# Cold?



## jayfressh (Apr 28, 2014)

Does it seem like this season will be late due to the cold weather we have been having?

I see a lot of post saying known spots have not popped yet. The morels I found Weds, haven't grown at all since. 

I'm in North East Ohio , just wondering if anyone was thinking the same.


----------



## eagle-eye (May 5, 2013)

same goes over in the nw side of state, i found a mess of greys wed along fence row but check other spots today, cold &amp; windy, looking like mid week should be


----------



## biggoldstick (May 3, 2014)

Still cold in geauga..... Usually found something by now in previous years....people I know in Athens are just starting to get in full swing... We are usually a week or so behind them...70's next week, should bring 'em up


----------



## cmk (Apr 18, 2013)

I agree.
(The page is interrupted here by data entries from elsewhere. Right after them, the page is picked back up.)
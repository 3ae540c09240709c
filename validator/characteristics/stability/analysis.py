"""Stability judged (ICH M10): each storage condition's mean against nominal or fresh samples, with a CI."""

from __future__ import annotations

from dataclasses import dataclass

import numpy as np

from ..._common import name_slug
from ...criteria import Criterion
from ...sector._shared import number_id
from ...sector.bioanalytical import Stability, stability

__all__ = ["StabilityCondition", "StabilityResult", "assess_stability", "stability_criteria"]

FRESH = "fresh"


@dataclass(frozen=True)
class StabilityCondition:
    condition: str
    nominal: float
    result: Stability


@dataclass(frozen=True)
class StabilityResult:
    conditions: tuple[StabilityCondition, ...]
    # "file" (the [stability] data file) or "runs" (the QC injections of [[runs]] with a condition, each
    # found through its run's calibration, as listed in the runs' chain)
    data_from: str = "file"


def assess_stability(data, *, reference: str, limit_pct: float, judged_on: str, min_replicates: int,
                     level: float) -> StabilityResult:
    """One :func:`validator.sector.bioanalytical.stability` per (condition, nominal level), in order of appearance.

    Notes
    -----
    Against nominal: deviation = 100 (mean/nominal − 1) with a t interval; against fresh samples
    (the rows of condition "fresh" at the same nominal): deviation = 100 (mean/mean_fresh − 1) with
    Fieller's interval.
    """
    out = []
    fresh = np.array([c.casefold() == FRESH for c in data.conditions])
    for condition, nominal in dict.fromkeys(zip(data.conditions, data.nominal.tolist())):
        if reference == "fresh" and condition.casefold() == FRESH:
            continue
        mask = np.array([c == condition for c in data.conditions]) & (data.nominal == nominal)
        kwargs = ({"nominal": float(nominal)} if reference == "nominal"
                  else {"fresh": data.found[fresh & (data.nominal == nominal)]})
        out.append(StabilityCondition(condition, float(nominal), stability(
            data.found[mask], condition=condition, limit_percent=limit_pct, level=level, judged_on=judged_on,
            min_replicates=min_replicates, **kwargs)))
    return StabilityResult(tuple(out))


def stability_criteria(result: StabilityResult) -> tuple[Criterion, ...]:
    """``stability-<condition>-<nominal>`` (the condition case-folded, its letters and digits joined by
    hyphens; the nominal by :func:`validator.sector._shared.number_id`): the deviation (or its whole CI, when judged on the interval)
    within ±limit."""
    out = []
    for c in result.conditions:
        s = c.result
        on_interval = s.judged_on == "interval"
        value = ([s.interval.low, s.interval.high] if s.interval is not None else None) if on_interval \
            else s.deviation_percent
        what = f"{s.interval.label} CI of the deviation" if on_interval and s.interval is not None else \
            ("CI of the deviation" if on_interval else "deviation")
        # the same rule as validator.inputs.sector_names.slug, which refuses two conditions of one slug
        slug = name_slug(c.condition)
        out.append(Criterion(f"stability-{slug}-{number_id(c.nominal)}",
                             f"stability, {c.condition} at nominal {c.nominal:g}: {what} of the mean from "
                             f"{s.reference} within ±{s.limit_percent:g} %", value, [-s.limit_percent, s.limit_percent],
                             s.passed, "" if s.passed is not None else f"not applicable: {s.reason}"))
    return tuple(out)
I haven't spent a lot of time looking, because of the temperature. But I have visited spots where I have found blacks, yellows, and half-frees in the past. I haven't spotted one yet! 
I'm also from northeast Ohio.


----------



## jdk32581 (May 6, 2014)

I have been out a bunch this past week and have not seen anything in Geauga County. Found a couple dryads and ramps. Also went to Mantua on Sunday. 

J


----------



## zeuss22 (May 5, 2014)

Yep - seems like the cold has a stunt on them - at least that's what I'm hoping in NE Ohio (near Youngstown). Been out twice - saw a few false morels (Verpas) that are supposed to come out even before blacks? The warmth today should be a good thing. Im looking for a good year. :-D


----------